* _Material for the task_
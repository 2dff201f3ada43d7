import { expect } from 'chai';
import { formatPixelSize, previewCalibration, toMicrometres } from '../../../../src/app/viewer/calibration-input';

describe('client: calibration input, units', () => {
  it('turns nm, µm and mm into µm', () => {
    // 1 µm = 1000 nm, 1 mm = 1000 µm [C].
    expect(toMicrometres(500, 'nm')).to.be.closeTo(0.5, 1e-12);
    expect(toMicrometres(100, 'µm')).to.equal(100);
    expect(toMicrometres(0.1, 'mm')).to.be.closeTo(100, 1e-9);
  });
});

describe('client: calibration input, the preview', () => {
  it('gives 0.2427 µm/px for 100 µm over 412 px', () => {
    // TRADE primer [C]: 100 µm over 412 px = 0.2427 µm/px.
    const out = previewCalibration([0, 0], [412, 0], 100, 'µm');

    expect(out.ok).to.equal(true);
    if (!out.ok) return;
    expect(out.umPerPx).to.be.closeTo(0.2427, 5e-5);
    expect(out.trueLengthUm).to.equal(100);
    expect(out.warning).to.equal(null);
  });

  it('gives the same pixel size when the length is typed as 0.1 mm or 100000 nm', () => {
    // TRADE primer [C]; 0.1 mm = 100 µm = 100000 nm.
    const mm = previewCalibration([0, 0], [412, 0], 0.1, 'mm');
    const nm = previewCalibration([0, 0], [412, 0], 100_000, 'nm');

    expect(mm.ok && mm.umPerPx).to.be.closeTo(0.2427, 5e-5);
    expect(nm.ok && nm.umPerPx).to.be.closeTo(0.2427, 5e-5);
  });

  it('measures a slanted line by its true length in pixels', () => {
    // Hand-computed: a 3-4-5 line of 300 × 400 px is 500 px; 50 µm / 500 px = 0.1 µm/px.
    const out = previewCalibration([100, 100], [400, 500], 50, 'µm');

    expect(out.ok && out.umPerPx).to.be.closeTo(0.1, 1e-12);
  });

  it('asks for a length when none is typed or it is not a number', () => {
    const empty = previewCalibration([0, 0], [412, 0], null, 'µm');
    const nan = previewCalibration([0, 0], [412, 0], Number.NaN, 'µm');

    expect(empty.ok).to.equal(false);
    expect(nan.ok).to.equal(false);
    expect(!empty.ok && empty.problem).to.match(/length/i);
  });

  it('refuses a zero or negative length', () => {
    expect(previewCalibration([0, 0], [412, 0], 0, 'µm').ok).to.equal(false);
    expect(previewCalibration([0, 0], [412, 0], -5, 'mm').ok).to.equal(false);
  });

  it('refuses a line shorter than a pixel instead of throwing', () => {
    const out = previewCalibration([10, 10], [10.5, 10], 100, 'µm');

    expect(out.ok).to.equal(false);
    expect(!out.ok && out.problem).to.match(/pixel/i);
  });

  it('warns, but still previews, when the unit was most likely mistyped', () => {
    // Hand-computed: 1000 mm over 412 px = 2427 µm/px, beyond any light or electron micrograph
    // (common practice, no source: well under 1 mm per pixel) — a unit typed as mm instead of µm.
    const out = previewCalibration([0, 0], [412, 0], 1000, 'mm');

    expect(out.ok).to.equal(true);
    expect(out.ok && out.warning).to.be.a('string');
  });
});

describe('client: calibration input, how the pixel size reads', () => {
  it('writes four significant digits with the unit', () => {
    // TRADE primer [C]: 100 / 412 = 0.24271… → 0.2427.
    expect(formatPixelSize(100 / 412)).to.equal('0.2427 µm/px');
    expect(formatPixelSize(1.5)).to.equal('1.5 µm/px');
    expect(formatPixelSize(12.3456)).to.equal('12.35 µm/px');
  });
});
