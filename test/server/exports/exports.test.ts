import { randomBytes } from 'node:crypto';
import { expect } from 'chai';
import { mountApp } from '../../support/api-client';
import { zipEntries } from '../../support/zip-entries';
import { sql } from '../db-state';
import { crossingsAlongRow, draw, measureScene, measurementsPath, type MeasureScene } from '../measurements/measurement-fixtures';

/** Files the scene's image at a new location and adds a 1000 × 750 px image at 1.0 µm/px beside it; returns the new image's id. */
async function colocatedImage(s: MeasureScene): Promise<string> {
  const [loc] = await sql<{ id: string }>(`INSERT INTO specimen_locations (specimen_id, name) VALUES ($1, 'field ' || left(md5(random()::text), 6)) RETURNING id`, [s.specimenId]);
  await sql('UPDATE images SET location_id = $1 WHERE id = $2', [loc!.id, s.imageId]);
  const [other] = await sql<{ id: string }>(
    `INSERT INTO images (project_id, specimen_id, location_id, uploader_id, modality, original_name, sha256, byte_size, format, width, height, bit_depth, channels,
                         original_key, pixel_size_um, pixel_size_source, state, pyramid_levels)
     SELECT project_id, specimen_id, location_id, uploader_id, 'sem_secondary', 'field-sem.tif', $2, byte_size, format, 1000, 750, bit_depth, channels,
            original_key, 1.0, 'user', 'ready', 11 FROM images WHERE id = $1 RETURNING id`,
    [s.imageId, randomBytes(32).toString('hex')],
  );
  return other!.id;
}

describe('exports: supplementary data', () => {
  let app: Awaited<ReturnType<typeof mountApp>>;
  before(async () => (app = await mountApp()));
  after(() => app.close());

  async function download(path: string, headers: Record<string, string>) {
    const res = await fetch(app.url + path, { headers });
    return { status: res.status, type: res.headers.get('content-type') ?? '', name: res.headers.get('content-disposition') ?? '', bytes: Buffer.from(await res.arrayBuffer()) };
  }

  it('when a reviewer exports the project, then one ZIP holds catalogue, images, annotations as GeoJSON, alignments, measurements, comments and history', async () => {
    const s = await measureScene(app.url);
    await draw(s, s.imageId, 'Bond interface', 'polyline', [[0, 700], [2000, 720]]);
    const other = await colocatedImage(s);
    // Hand-computed: other (100,100) → image (300,400) and other (900,100) → image (1900,400): 800 px become 1600 px,
    // no turn, so image = 2·other + (100, 200).
    const pairs = [{ image: [300, 400], other: [100, 100] }, { image: [1900, 400], other: [900, 100] }];
    const aligned = await s.researcher.request('PUT', `/api/projects/${s.projectId}/images/${s.imageId}/alignments/${other}`, { pairs });
    expect(aligned.status, JSON.stringify(aligned.body)).to.equal(200);
    const marks = crossingsAlongRow(0, 750, 0, 2000, 40);
    const saved = await s.researcher.post(measurementsPath(s, s.imageId), { kind: 'intercept', pattern: { type: 'lines', direction: 'horizontal', spacingUm: 100, count: 1 }, marks });
    expect(saved.status).to.equal(201);
    const out = await download(`/api/projects/${s.projectId}/export.zip`, await s.reviewer.authHeaders());
    expect(out.status).to.equal(200);
    expect(out.type).to.contain('application/zip');
    expect(out.name).to.match(/supplementary-data-\d{4}-\d{2}-\d{2}\.zip/);
    const entries = zipEntries(out.bytes);
    expect([...entries.keys()]).to.include.members(['catalogue.json', 'images.csv', `annotations/${s.imageId}.geojson`, 'alignments.json', 'measurements.csv', 'comments.json', 'history.csv', 'README.txt']);
    const geojson = JSON.parse(entries.get(`annotations/${s.imageId}.geojson`)!.toString());
    expect(geojson.features[0].geometry).to.deep.equal({ type: 'LineString', coordinates: [[0, 700], [2000, 720]] });
    const measurements = entries.get('measurements.csv')!.toString();
    // 40 crossings on one 2000 px line at 0.5 µm/px: L = 1000 µm, P_L = 40 mm⁻¹, l̄ = 25 µm (hand-computed).
    expect(measurements).to.contain('Mean intercept l̄ (µm)');
    expect(measurements).to.match(/,1000,40,40,25,/);
    expect(entries.get('images.csv')!.toString()).to.contain('pixel_size (µm/px)');
    expect(entries.get('history.csv')!.toString()).to.contain('measurement.created');
    const alignments = JSON.parse(entries.get('alignments.json')!.toString());
    expect(alignments).to.have.length(1);
    const [a] = alignments;
    expect(a).to.deep.include({
      image: { id: s.imageId, name: 'fixture.tif' }, // the name makeImageRow gives
      otherImage: { id: other, name: 'field-sem.tif' },
      kind: 'similarity',
      pairs,
      savedBy: s.researcherUser.displayName,
    });
    // Hand-computed above: a = d = 2, b = c = 0, e = 100, f = 200; both pairs land exactly.
    for (const [k, v] of Object.entries({ a: 2, b: 0, c: 0, d: 2, e: 100, f: 200 })) expect(a.transform[k], k).to.be.closeTo(v, 1e-9);
    for (const r of a.residualsPx) expect(r).to.be.closeTo(0, 1e-9);
    const [stored] = await sql<{ saved_at: Date }>('SELECT saved_at FROM image_alignments WHERE image_id = $1', [s.imageId]);
    expect(a.savedAt).to.equal(stored!.saved_at.toISOString());
    const readme = entries.get('README.txt')!.toString();
    expect(readme).to.contain('alignments.json');
    expect(readme).to.contain('do not certify material');
  });

  it('when someone outside the project asks for its export, then 404 and no file', async () => {
    const s = await measureScene(app.url);
    const other = await measureScene(app.url);
    const out = await download(`/api/projects/${s.projectId}/export.zip`, await other.researcher.authHeaders());
    expect(out.status).to.equal(404);
    expect(out.type).to.contain('json');
  });
});
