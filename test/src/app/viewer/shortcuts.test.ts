import { expect } from 'chai';
import { actionForKey, mayPickTool, TOOL_KEYS } from '../../../../src/app/viewer/shortcuts';

const key = (k: string, mods: Partial<{ ctrlKey: boolean; shiftKey: boolean; altKey: boolean }> = {}) => ({ key: k, ctrlKey: false, metaKey: false, shiftKey: false, altKey: false, ...mods });
const everything = { annotate: true, calibrate: true, comment: true };

describe('client: viewer keys and which tools may be picked', () => {
  it('maps each tool letter to its tool, and leaves letters with Alt or Ctrl alone', () => {
    expect(actionForKey(key('c'))).to.deep.equal({ type: 'tool', tool: 'pin' });
    expect(actionForKey(key('K'))).to.deep.equal({ type: 'tool', tool: 'calibrate' });
    expect(actionForKey(key('c', { altKey: true }))).to.equal(null);
    expect(actionForKey(key('z', { ctrlKey: true }))).to.deep.equal({ type: 'undo' });
    // One letter per tool: no two letters pick the same tool.
    expect(new Set(Object.values(TOOL_KEYS)).size).to.equal(Object.keys(TOOL_KEYS).length);
  });

  it('lets a reviewer select and pin comments, but neither draw nor calibrate', () => {
    const reviewer = { annotate: false, calibrate: false, comment: true };

    expect(mayPickTool('select', reviewer, ['polyline'])).to.equal(true);
    expect(mayPickTool('pin', reviewer, ['polyline'])).to.equal(true);
    expect(mayPickTool('polyline', reviewer, ['polyline'])).to.equal(false);
    expect(mayPickTool('calibrate', reviewer, ['polyline'])).to.equal(false);
  });

  it('lets a guest only select', () => {
    const guest = { annotate: false, calibrate: false, comment: false };

    expect(['select', 'pin', 'point', 'calibrate'].map((t) => mayPickTool(t as 'select', guest, ['point']))).to.deep.equal([true, false, false, false]);
  });

  it('offers a drawing tool only when the chosen class takes its shape', () => {
    // A line class (bond interface) takes polylines, rulers and angles, not outlines (shared/annotations KINDS_FOR_SHAPE).
    const lineKinds = ['polyline', 'ruler', 'angle'] as const;

    expect(mayPickTool('polyline', everything, lineKinds)).to.equal(true);
    expect(mayPickTool('freehand', everything, lineKinds)).to.equal(false);
    expect(mayPickTool('rectangle', everything, lineKinds)).to.equal(false);
    expect(mayPickTool('ruler', everything, lineKinds)).to.equal(true);
  });
});
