import { expect } from 'chai';
import { LruCache } from '../../../../src/app/viewer/lru-cache';

describe('client: LRU cache', () => {
  it('drops the oldest entry once it holds more than its capacity, and says which', () => {
    const evicted: string[] = [];
    const cache = new LruCache<string, number>(2, (k) => evicted.push(k));
    cache.set('a', 1);
    cache.set('b', 2);
    cache.set('c', 3);

    expect(cache.keys()).to.deep.equal(['b', 'c']);
    expect(evicted).to.deep.equal(['a']);
    expect(cache.size).to.equal(2);
  });

  it('keeps an entry that was just read and drops the next oldest instead', () => {
    const cache = new LruCache<string, number>(2);
    cache.set('a', 1);
    cache.set('b', 2);
    expect(cache.get('a')).to.equal(1);
    cache.set('c', 3);

    expect(cache.has('a')).to.equal(true);
    expect(cache.has('b')).to.equal(false);
  });

  it('does not reorder on a peek', () => {
    const cache = new LruCache<string, number>(2);
    cache.set('a', 1);
    cache.set('b', 2);
    expect(cache.peek('a')).to.equal(1);
    cache.set('c', 3);

    expect(cache.has('a')).to.equal(false);
  });

  it('treats writing an existing key as using it, without growing or evicting', () => {
    const evicted: string[] = [];
    const cache = new LruCache<string, number>(2, (k) => evicted.push(k));
    cache.set('a', 1);
    cache.set('b', 2);
    cache.set('a', 10);

    expect(cache.keys()).to.deep.equal(['b', 'a']);
    expect(cache.get('a')).to.equal(10);
    expect(evicted).to.deep.equal([]);
  });

  it('answers undefined for a key it does not hold, and keeps a stored undefined apart from a missing key', () => {
    const cache = new LruCache<string, number | undefined>(3);
    cache.set('u', undefined);

    expect(cache.get('x')).to.equal(undefined);
    expect(cache.has('u')).to.equal(true);
    expect(cache.has('x')).to.equal(false);
  });

  it('tells the owner about every entry on clear, so what was drawn can be freed', () => {
    const evicted: [string, number][] = [];
    const cache = new LruCache<string, number>(3, (k, v) => evicted.push([k, v]));
    cache.set('a', 1);
    cache.set('b', 2);
    cache.clear();

    expect(evicted).to.deep.equal([['a', 1], ['b', 2]]);
    expect(cache.size).to.equal(0);
  });

  it('removes one entry on delete and reports whether it was there', () => {
    const cache = new LruCache<string, number>(3);
    cache.set('a', 1);

    expect(cache.delete('a')).to.equal(true);
    expect(cache.delete('a')).to.equal(false);
    expect(cache.size).to.equal(0);
  });

  it('refuses a capacity below one', () => {
    expect(() => new LruCache(0)).to.throw(RangeError);
    expect(() => new LruCache(Number.NaN)).to.throw(RangeError);
  });
});
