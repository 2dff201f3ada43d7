import { expect } from 'chai';
import { applyTone, isNeutralTone, toneTransfer, type Tone } from '../../../../src/app/viewer/tone';

const tone = (over: Partial<Tone>): Tone => ({ brightness: 0, contrast: 1, gamma: 1, ...over });

describe('client: tone, the display curve', () => {
  it('leaves every value as it is at neutral settings', () => {
    for (const v of [0, 0.2, 0.5, 0.9, 1]) expect(applyTone(tone({}), v)).to.be.closeTo(v, 1e-12);
    expect(isNeutralTone(tone({}))).to.equal(true);
  });

  it('adds brightness to every value and clips at white', () => {
    expect(applyTone(tone({ brightness: 0.2 }), 0.5)).to.be.closeTo(0.7, 1e-12);
    expect(applyTone(tone({ brightness: 0.2 }), 0.95)).to.equal(1);
    expect(isNeutralTone(tone({ brightness: 0.2 }))).to.equal(false);
  });

  it('steepens around mid-grey with contrast, keeping mid-grey and clipping at black and white', () => {
    // Hand-computed: contrast 2 maps 0.5 → 0.5, 0.6 → 0.7, 0.4 → 0.3, 0.1 → 0 (clipped).
    const t = tone({ contrast: 2 });

    expect(applyTone(t, 0.5)).to.be.closeTo(0.5, 1e-12);
    expect(applyTone(t, 0.6)).to.be.closeTo(0.7, 1e-12);
    expect(applyTone(t, 0.4)).to.be.closeTo(0.3, 1e-12);
    expect(applyTone(t, 0.1)).to.equal(0);
  });

  it('lightens the mid-tones for a gamma above 1 and keeps black and white', () => {
    // Hand-computed: gamma 2 shows 0.25 as 0.25^(1/2) = 0.5.
    const t = tone({ gamma: 2 });

    expect(applyTone(t, 0.25)).to.be.closeTo(0.5, 1e-12);
    expect(applyTone(t, 0)).to.equal(0);
    expect(applyTone(t, 1)).to.equal(1);
  });

  it('gives the three numbers of an SVG gamma transfer that draw the same curve', () => {
    // SVG 1.1 feComponentTransfer type="gamma": C' = amplitude · C^exponent + offset.
    const t = tone({ brightness: 0.1, contrast: 1.5, gamma: 0.8 });
    const { amplitude, exponent, offset } = toneTransfer(t);

    for (const v of [0.2, 0.4, 0.6]) expect(Math.min(1, amplitude * v ** exponent + offset)).to.be.closeTo(applyTone(t, v), 1e-12);
  });

  it('keeps settings typed past the sliders inside their range and reads a non-number as neutral', () => {
    expect(toneTransfer(tone({ contrast: 99 }))).to.deep.equal(toneTransfer(tone({ contrast: 3 })));
    expect(toneTransfer(tone({ gamma: 0 })).exponent).to.be.finite;
    expect(toneTransfer(tone({ brightness: Number.NaN }))).to.deep.equal(toneTransfer(tone({})));
  });
});
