import { expect } from 'chai';
import type { Coordinates } from '../../../../shared/annotations/annotations';
import { clampToImage, moveVertex, samePoints, translateShape } from '../../../../src/app/viewer/shape-edits';

const image = { width: 1000, height: 800 };
const rect: Coordinates = [[100, 100], [300, 100], [300, 200], [100, 200]];

describe('client: shape edits, staying on the image', () => {
  it('moves a point off the image onto its nearest edge', () => {
    expect(clampToImage([-5, 900], image)).to.deep.equal([0, 800]);
    expect(clampToImage([500, 400], image)).to.deep.equal([500, 400]);
  });

  it('shifts a whole shape by the drag', () => {
    expect(translateShape(rect, 10, -20, image)).to.deep.equal([[110, 80], [310, 80], [310, 180], [110, 180]]);
  });

  it('shortens a drag that would push the shape off the image, keeping its form', () => {
    // Hand-computed: the right edge at 300 can move 700 px at most; the top at 100 can move up 100.
    const moved = translateShape(rect, 5000, -5000, image);

    expect(moved).to.deep.equal([[800, 0], [1000, 0], [1000, 100], [800, 100]]);
  });

  it('leaves the shape it was given alone', () => {
    const copy = structuredClone(rect);
    translateShape(rect, 10, 10, image);
    moveVertex('rectangle', rect, 0, [50, 50], image);

    expect(rect).to.deep.equal(copy);
  });
});

describe('client: shape edits, dragging a vertex', () => {
  it('moves only that vertex of a polygon', () => {
    const tri: Coordinates = [[0, 0], [100, 0], [50, 80]];

    expect(moveVertex('polygon', tri, 2, [60, 90], image)).to.deep.equal([[0, 0], [100, 0], [60, 90]]);
  });

  it('keeps a rectangle a rectangle: the opposite corner holds and the neighbours follow', () => {
    const moved = moveVertex('rectangle', rect, 2, [400, 260], image);

    expect(moved).to.deep.equal([[100, 100], [400, 100], [400, 260], [100, 260]]);
  });

  it('keeps a rectangle whose corners run the other way round a rectangle too', () => {
    const other: Coordinates = [[100, 100], [100, 200], [300, 200], [300, 100]];
    const moved = moveVertex('rectangle', other, 0, [50, 40], image);

    expect(moved).to.deep.equal([[50, 40], [50, 200], [300, 200], [300, 40]]);
  });

  it('keeps a rectangle when a corner is dragged past the opposite one', () => {
    // Hand-computed: corner 2 taken from (300, 200) to (50, 50); (100, 100) holds still.
    const moved = moveVertex('rectangle', rect, 2, [50, 50], image);

    expect(moved).to.deep.equal([[100, 100], [50, 100], [50, 50], [100, 50]]);
  });

  it('stops a dragged vertex at the image edge', () => {
    expect(moveVertex('polyline', [[10, 10], [20, 20]], 1, [2000, -30], image)).to.deep.equal([[10, 10], [1000, 0]]);
  });
});

describe('client: shape edits, comparing shapes', () => {
  it('sees equal lists as the same and any moved point or extra point as a change', () => {
    expect(samePoints(rect, structuredClone(rect))).to.equal(true);
    expect(samePoints(rect, translateShape(rect, 1, 0, image))).to.equal(false);
    expect(samePoints(rect, rect.slice(0, 3))).to.equal(false);
  });
});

* _Work to be completed_
The answer must be a single number: the count of lines in the data that contain the word "moveVertex".

* _Result for this task_
7